Yesterday, I was walking through the park, bundled up in my sweater, coat, and gloves. Tea in one hand, scone in the other. The ground was still covered in piles of snow and sheets of ice—a reminder that winter isn’t letting up just yet.
Right now, we’re in the thick of it—that in-between stretch where the holidays feel like a distant memory, and spring still seems just out of reach. I’m restless. I want to shed layers, wear color, and feel the warmth of the sun on my skin again. I want ease. I want momentum. I want winter to be over already.

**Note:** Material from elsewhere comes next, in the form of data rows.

Starts ``pellucid serve`` (uvicorn) in a subprocess on 127.0.0.1 and a free port with the demo
model, uploads a small pool of images, then runs ``clients`` threads of ``requests`` requests each,
mixing page GETs, top-k, activation grids, kernel grids, saliency maps and small occlusion jobs (a
job is started, then polled to the end; it counts as one request, its latency is the time until
its result is fetched). Records p50/p95 per kind, every 5xx, every 429 (a full queue or a client
over its share: the client waits ``Retry-After`` and tries again, as a polite client does), and the
server's resident memory (VmRSS) after the first 50 requests and after all of them. Bounded: a
deadline for the whole run, a timeout on every HTTP call, the server is killed in a ``finally``.

Saliency maps are computed cold: each one is of a freshly uploaded variant of an image (the upload
is not timed), so the result cache never answers them.

``--audit`` runs the same interactive mix on one server idle (half the requests before the audit,
half after it) and while a folder audit of demo tiles runs in the background (started through the
API once it explains images, cancelled at the end), and reports each kind's p95 in both and their
ratio (issue 11's target: a saliency map's p95 under 2× its idle value while an audit runs).

    PYTHONPATH=. .venv/bin/python -m bench.load_bench --clients 20 --requests 50
    PYTHONPATH=. .venv/bin/python -m bench.load_bench --audit --clients 4 --requests 60
"""

from __future__ import annotations

import argparse
import io
import os
import random
import socket
import statistics
import subprocess
import sys
import threading
import time
from dataclasses import dataclass, field
from pathlib import Path

import httpx
import numpy as np

REPO = Path(__file__).resolve().parents[1]
DEMO_SPEC = REPO / "demo_models" / "tilenet" / "spec.toml"
RESULTS = REPO / "bench" / "results" / "load.md"
RESULTS_AUDIT = REPO / "bench" / "results" / "load_audit.md"
KINDS = ("page", "predict", "activations", "kernels", "saliency", "occlusion")
WEIGHTS = (0.15, 0.3, 0.15, 0.1, 0.1, 0.2)
# The interactive mix measured with and without an audit: no occlusion, whose seconds-long jobs
# would dominate what "interactive" means here.
AUDIT_MIX = {"page": 0.2, "predict": 0.3, "activations": 0.1, "kernels": 0.1, "saliency": 0.3}
PAGES = ("/", "/image", "/model", "/compare", "/audits")
OCCLUSION_PARAMS = ({"patch": 24, "stride": 24}, {"patch": 32, "stride": 16}, {"patch": 16, "stride": 16})
# The engine the dashboard uses by default: "auto" picks the incremental engine where it pays,
# whose torch.fx trace must not disturb forward passes of concurrent requests (core/_fx_trace.py).
DEFAULT_ENGINE = "auto"
# The background audit: enough demo tiles and work per tile to outlast the measured window.
# 50 tiles per class is the most the page generates inside a request; stride 4 (441 positions per
# 96-px tile) keeps the audit busy for the whole measured phase even so.
AUDIT_BODY = {"source": {"kind": "demo", "split": "clean", "per_class": 50, "seed": 11}, "method": "occlusion",
              "params": {"patch": 16, "stride": 4}}
MAX_BUSY_WAIT = 30.0  # a client retries a 429 for at most this long


def free_port() -> int:
    with socket.socket() as s:
        s.bind(("127.0.0.1", 0))
        return s.getsockname()[1]


def rss_kib(pid: int) -> int:
    for line in Path(f"/proc/{pid}/status").read_text().splitlines():
        if line.startswith("VmRSS:"):
            return int(line.split()[1])
    raise RuntimeError(f"no VmRSS for process {pid}")


@dataclass
class Server:
    proc: subprocess.Popen
    base: str
    log: Path

    def stop(self) -> None:
        if self.proc.poll() is None:
            self.proc.kill()
            self.proc.wait(timeout=30)


def start_server(spec: Path, workdir: Path, *, start_timeout: float = 90.0) -> Server:
    port = free_port()
    log = workdir / "server.log"
    env = {**os.environ, "PYTHONPATH": str(REPO)}
    with open(log, "wb") as fh:
        proc = subprocess.Popen(
            [sys.executable, "-m", "pellucid.cli", "serve", "--model", str(spec), "--port", str(port),
             "--store", str(workdir / "store")],
            cwd=REPO, env=env, stdout=fh, stderr=subprocess.STDOUT,
        )
    server = Server(proc=proc, base=f"http://127.0.0.1:{port}", log=log)
    deadline = time.time() + start_timeout
    while True:
        if proc.poll() is not None:
            raise RuntimeError(f"the server exited with {proc.returncode}: {log.read_text()[-2000:]}")
        try:
            if httpx.get(server.base + "/api/status", timeout=2.0).status_code == 200:
                return server
        except httpx.HTTPError:
            pass
        if time.time() > deadline:
            server.stop()
            raise RuntimeError(f"the server did not answer within {start_timeout:.0f} s")
        time.sleep(0.2)
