def test_folder_without_root_says_so(tiny_spec, tmp_path) -> None:
    from fastapi.testclient import TestClient

    from pellucid.web.app import create_app
    from pellucid.web.settings import Settings

    settings = Settings(models=(str(tiny_spec),), include_bundled=False, data_dir=tmp_path)
    with TestClient(create_app(settings)) as c:
        _assert_plain_error(c.get("/api/folder"), 404, "image folder")


# --- inspection --------------------------------------------------------------------------------


def test_predict_matches_a_direct_forward(client) -> None:
    image = _image_id(client)
    body = client.post("/api/predict", json={"image": image, "k": 4}).json()
    probs = [c["probability"] for c in body["top"]]
    assert sum(probs) == pytest.approx(1.0, abs=1e-5)  # softmax over all 4 classes
    assert probs == sorted(probs, reverse=True)
    with torch.inference_mode():
        logits = _module(client)(_tensor(client, image))
    assert body["top"][0]["index"] == int(logits.argmax())


def test_activations_sorted_and_one_channel(client) -> None:
    image = _image_id(client)
    module = _module(client)
    captured = {}
    handle = module.features.relu1.register_forward_hook(lambda m, i, o: captured.setdefault("out", o.detach()))
    try:
        with torch.inference_mode():
            module(_tensor(client, image))
    finally:
        handle.remove()
    maps = captured["out"][0].numpy()
    body = client.post("/api/activations", json={"image": image, "layer": "features.relu1", "sort": "max"}).json()
    assert body["output_shape"] == [8, TINY_SIZE, TINY_SIZE]
    expected = list(np.argsort(-maps.reshape(8, -1).max(axis=1), kind="stable"))
    assert body["layout"]["channels"] == expected
    assert np.allclose(body["channel_mean"], maps.reshape(8, -1).mean(axis=1), rtol=1e-5, atol=1e-6)
    ch = client.post("/api/activations/channel", json={"image": image, "layer": "features.relu1", "channel": 3}).json()
    assert np.allclose(np.array(ch["values"]), maps[3], rtol=1e-4, atol=1e-6)
    assert ch["vmin"] == pytest.approx(float(maps[3].min()), abs=1e-6)


# --- jobs and results --------------------------------------------------------------------------


def test_occlusion_job_result_and_cache(client) -> None:
    from pellucid.core.occlusion.engine import occlusion_map

    image = _image_id(client)
    status = _run(client, image, params={"patch": 8, "stride": 4}, target="crack")
    assert status["state"] == "done" and status["fraction"] == 1.0 and status["result_id"]
    result = client.get(f"/api/results/{status['result_id']}").json()
    assert result["method"] == "occlusion" and result["target_label"] == "crack" and result["target"] == 1
    assert result["engine"] in ("batched", "incremental", "naive")
    assert result["signed"] is True and result["vmin"] == pytest.approx(-result["vmax"])
    assert "not proof" in result["caution"]
    direct = occlusion_map(_module(client), _tensor(client, image), target=1, patch=8, stride=4, method="batched")
    assert np.allclose(np.array(result["values"]), direct.drop, rtol=2e-3, atol=1e-6)

    again = client.post("/api/jobs", json={"image": image, "params": {"patch": 8, "stride": 4}, "target": 1}).json()
    assert again["cached"] is True
    assert _wait(client, again["id"])["result_id"] == status["result_id"]

    png = client.get(f"/api/results/{status['result_id']}/overlay.png", params={"opacity": 0.4})
    assert png.status_code == 200 and png.headers["content-type"] == "image/png"
    assert Image.open(io.BytesIO(png.content)).size == (TINY_SIZE, TINY_SIZE)


QUICK_PARAMS = {
    "gradcam": {},
    "saliency": {},
    "gradient_x_input": {},
    "smoothgrad": {"samples": 4},
    "integrated_gradients": {"steps": 8},
    "rise": {"masks": 40, "batch_size": 20},
    "occlusion": {"patch": 8, "stride": 8},
}


def test_every_registered_method_runs_as_a_job(client) -> None:
    image = _image_id(client)
    methods = client.get("/api/methods").json()["methods"]
    names = [m["name"] for m in methods]
    assert "occlusion" in names
    for name in names:
        status = _run(client, image, method=name, params=QUICK_PARAMS.get(name, {}))
        assert status["state"] == "done", (name, status["error"])
        result = client.get(f"/api/results/{status['result_id']}").json()
        values = np.array(result["values"])
        assert values.shape == (TINY_SIZE, TINY_SIZE), name
        assert result["vmin"] < result["vmax"]


def test_cancel_stops_a_running_job(client) -> None:
    image = _image_id(client)
    r = client.post("/api/jobs", json={"image": image, "params": {"patch": 1, "stride": 1, "engine": "naive"}})
    job = r.json()["id"]
    assert client.post(f"/api/jobs/{job}/cancel").status_code == 200
    status = _wait(client, job)
    assert status["state"] == "cancelled" and status["result_id"] is None
    _still_serving(client)


def test_two_jobs_at_once_both_finish(client) -> None:
    image = _image_id(client)
    a = client.post("/api/jobs", json={"image": image, "params": {"patch": 4, "stride": 2}}).json()["id"]
    b = client.post("/api/jobs", json={"image": image, "method": "saliency"}).json()["id"]
    assert _wait(client, a)["state"] == "done" and _wait(client, b)["state"] == "done"


def test_shared_scale_for_compare(client) -> None:
    image = _image_id(client)
    other = _upload(client, png_bytes(synthetic_tile(seed=12)), "plain.png").json()["id"]
    r1 = _run(client, image, params={"patch": 8, "stride": 4})["result_id"]
    r2 = _run(client, other, params={"patch": 8, "stride": 4})["result_id"]
    scale = client.get("/api/scale", params=[("results", r1), ("results", r2)]).json()
    ws = client.app.state.workspace
    bound = max(float(np.abs(ws.result(r).amap.map).max()) for r in (r1, r2))
    assert scale["signed"] is True and scale["vmax"] == pytest.approx(bound) and scale["vmin"] == pytest.approx(-bound)
    shared = client.get(f"/api/results/{r1}", params={"vmin": scale["vmin"], "vmax": scale["vmax"]}).json()
    assert shared["vmax"] == pytest.approx(bound)
    unsigned = _run(client, image, method="saliency")["result_id"]
    _assert_plain_error(client.get("/api/scale", params=[("results", r1), ("results", unsigned)]), 422, "signed")


def test_faithfulness_sanity_and_ranking(client) -> None:
    image = _image_id(client)
    occ = _run(client, image, params={"patch": 8, "stride": 4}, target=1)["result_id"]
    sal = _run(client, image, method="saliency", target=1)["result_id"]
    _assert_plain_error(client.get("/api/ranking", params=[("results", occ), ("results", sal)]), 422,
                        "faithfulness first")
    for rid in (occ, sal):
        r = client.post(f"/api/results/{rid}/faithfulness")
        assert r.status_code == 202 and _wait(client, r.json()["id"])["state"] == "done"
    body = client.get(f"/api/results/{occ}").json()
    curves = body["faithfulness"]["curves"]
    # The deletion curve starts from the whole image, so its first score is the model's probability for the
    # target. Source: Petsiuk, Das, Saenko, RISE: Randomized Input Sampling for Explanation of Black-box
    # Models, BMVC 2018, the deletion metric (section number from memory, not checked).
    with torch.inference_mode():
        p = torch.softmax(_module(client)(_tensor(client, image)), dim=1)[0, 1].item()
    assert curves["deletion"]["scores"][0] == pytest.approx(p, abs=1e-5)
    assert curves["deletion"]["fractions"][0] == 0.0 and curves["deletion"]["fractions"][-1] == 1.0
    again = client.post(f"/api/results/{occ}/faithfulness").json()
    assert again["cached"] is True
    ranking = client.get("/api/ranking", params=[("results", occ), ("results", sal)]).json()["rows"]
    assert sorted(r["method"] for r in ranking) == ["occlusion", "saliency"]
    assert [r["combined_rank"] for r in ranking] == sorted(r["combined_rank"] for r in ranking)

    r = client.post(f"/api/results/{sal}/sanity")
    assert _wait(client, r.json()["id"])["state"] == "done"
    sanity = client.get(f"/api/results/{sal}").json()["sanity"]
    assert sanity["verdict"] in ("pass", "fail") and len(sanity["steps"]) >= 1
    _assert_plain_error(client.post("/api/results/feedbeef/sanity"), 404, "feedbeef")
    other = _run(client, image, method="saliency", target=2)["result_id"]
    client.post(f"/api/results/{other}/faithfulness")
    _assert_plain_error(client.get("/api/ranking", params=[("results", occ), ("results", other)]), 422, "same")
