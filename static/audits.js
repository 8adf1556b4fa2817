// Folder audits page: plan an audit (what it will do, what it costs), start and follow it, list
// stored runs, open one (its URL is /audits?run=ID), compare, resume, cancel, delete.
"use strict";
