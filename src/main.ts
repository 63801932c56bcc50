import '@fontsource/inter/400.css';
import '@fontsource/inter/500.css';
import '@fontsource/inter/600.css';
import '@fontsource/inter/700.css';
import './assets/base.css';

import { createApp } from 'vue';
import { createPinia } from 'pinia';
import App from './App.vue';
import { onSessionExpired } from './api/client';
import { createAppRouter } from './router';
import { SIGN_IN_PATH } from './router/access';
import { useSessionStore } from './stores/session';

const app = createApp(App);
const pinia = createPinia();
app.use(pinia);
const router = createAppRouter();
app.use(router);

// A session that ends mid-use (expired, signed out elsewhere) returns the person to sign-in, then back here.
onSessionExpired(() => {
  useSessionStore(pinia).forget();
  const here = router.currentRoute.value;
  if (!here.meta.public) void router.replace({ path: SIGN_IN_PATH, query: { next: here.fullPath } });
});

// Mount after the first guard has asked the server about the session, so no page flashes before redirecting.
void router.isReady().then(() => app.mount('#app'));
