import { join } from 'node:path';
import { afterAll, beforeAll, describe, expect, it } from 'vitest';
import type { Page } from 'playwright-core';
import { ARTIFACTS, foreignRequests, startE2e, type E2eContext } from './support/browser';

let e: E2eContext;
let plannedWellId: string | null = null;
let referenceLayerId: string | null = null;

beforeAll(async () => {
  e = await startE2e();
});
afterAll(async () => {
  // The planned well this test placed goes again, so the demo team stays as seeded.
  if (plannedWellId && e) {
    const teamId = e.ctx.demoTeamId;
    await e.page
      .evaluate(({ t, id }) => fetch(`/api/teams/${t}/planned-wells/${id}`, { method: 'DELETE' }).then((r) => r.status), {
        t: teamId,
        id: plannedWellId,
      })
      .catch(() => null);
  }
  // Likewise a reference layer left behind by a failed run of the upload test.
  if (referenceLayerId && e) {
    await e.page
      .evaluate(({ t, id }) => fetch(`/api/teams/${t}/layers/${id}`, { method: 'DELETE' }).then((r) => r.status), {
        t: e.ctx.demoTeamId,
        id: referenceLayerId,
      })
      .catch(() => null);
  }
  await e?.close();
});

const map = (page: Page) => page.getByTestId('atlas-map');
const attr = async (page: Page, name: string) => (await map(page).getAttribute(name)) ?? '';

/** Waits until the map has its team layers, has stopped moving and has drawn its tiles. */
async function settled(page: Page, timeout = 60_000): Promise<void> {
  await expect.poll(() => attr(page, 'data-map-ready'), { timeout }).toBe('true');
  await expect.poll(() => attr(page, 'data-idle'), { timeout }).toBe('true');
}
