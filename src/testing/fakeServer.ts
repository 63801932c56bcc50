import { vi } from 'vitest';
import type { Session } from '@shared/schemas/auth';

/** A route table standing in for the Express server in client tests: `METHOD /path` → reply. */
export type FakeRoutes = Record<string, (body: unknown) => Response | Promise<Response>>;

/** A JSON reply as the server would send it. */
export function jsonReply(status: number, body: unknown): Response {
  return new Response(JSON.stringify(body), { status, headers: { 'Content-Type': 'application/json' } });
}

/** The contract's error reply. */
export function errorReply(status: number, code: string, message: string, details?: unknown): Response {
  return jsonReply(status, { error: { code, message, ...(details === undefined ? {} : { details }) } });
}

/**
 * Installs a global fetch that answers from `routes` and fails the test loudly on anything else.
 * @example const fetchMock = installFakeServer({ 'GET /api/auth/me': () => jsonReply(200, session) });
 */
export function installFakeServer(routes: FakeRoutes) {
  const fetchMock = vi.fn(async (input: RequestInfo | URL, init?: RequestInit) => {
    const key = `${init?.method ?? 'GET'} ${String(input)}`;
    const handler = routes[key];
    if (!handler) return errorReply(599, 'unexpected_test_route', `No fake route for ${key}`);
    return handler(init?.body ? JSON.parse(String(init.body)) : undefined);
  });
  vi.stubGlobal('fetch', fetchMock);
  return fetchMock;
}

export const TEAM_A = '5d2c1a9b-7f1e-4c3a-8b2d-1e0f9a8b7c6d';
export const TEAM_B = '9a1b2c3d-4e5f-4a6b-8c7d-0e1f2a3b4c5d';

/** A session with an admin role in team A and a viewer role in team B. */
export const twoTeamSession: Session = {
  user: { id: '0b6a3f0e-4a4b-4c1e-9d55-2f7c1c3c9a10', email: 'ada@example.org', name: 'Ada Moreno' },
  memberships: [
    { teamId: TEAM_A, teamName: 'North Shelf', role: 'admin' },
    { teamId: TEAM_B, teamName: 'Delta Basin', role: 'viewer' },
  ],
};
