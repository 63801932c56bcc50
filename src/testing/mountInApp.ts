import { defineComponent, h, type Component } from 'vue';
import { mount } from '@vue/test-utils';
import { createPinia, setActivePinia, type Pinia } from 'pinia';
import { NDialogProvider, NMessageProvider } from 'naive-ui';
import { createAppRouter } from '@/router';
import { createMemoryHistory, type Router } from 'vue-router';

/**
 * Mounts a component the way the app runs it: Pinia, the real router (memory history) and the
 * Naive UI message/dialog providers that `useMessage`/`useDialog` need.
 * @example const { wrapper, router } = await mountInApp(SignInForm, { path: '/sign-in' });
 */
export async function mountInApp(component: Component, options: { props?: Record<string, unknown>; path?: string; pinia?: Pinia } = {}) {
  const pinia = options.pinia ?? createPinia();
  setActivePinia(pinia);
  const router: Router = createAppRouter(createMemoryHistory());
  await router.push(options.path ?? '/sign-in');
  await router.isReady();
  const Host = defineComponent({
    render: () => h(NMessageProvider, () => h(NDialogProvider, () => h(component, options.props ?? {}))),
  });
  const wrapper = mount(Host, { global: { plugins: [pinia, router] }, attachTo: document.body });
  return { wrapper, router, pinia };
}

And yet, I know that this impatience is a cue to slow down. To sit with the discomfort. To remember that even this moment—this cold, sluggish season—is valuable and fleeting. Because winter is for sowing the seeds of spring. The work we put in today is what we’ll reap months from now. And in a world that expects instant results, understanding how long it actually takes for something to bloom is the key to an enduring creative life.
As a designer, I’ve learned this lesson well. Nothing I create today comes to life overnight—each collection is months in the making. The state of my business right now isn’t the result of yesterday’s work; it’s the product of what I was building six months ago.
When we stop seeing winter as an obstacle and start recognizing it as preparation, today becomes an invitation to begin—rather than a burden to muddle through.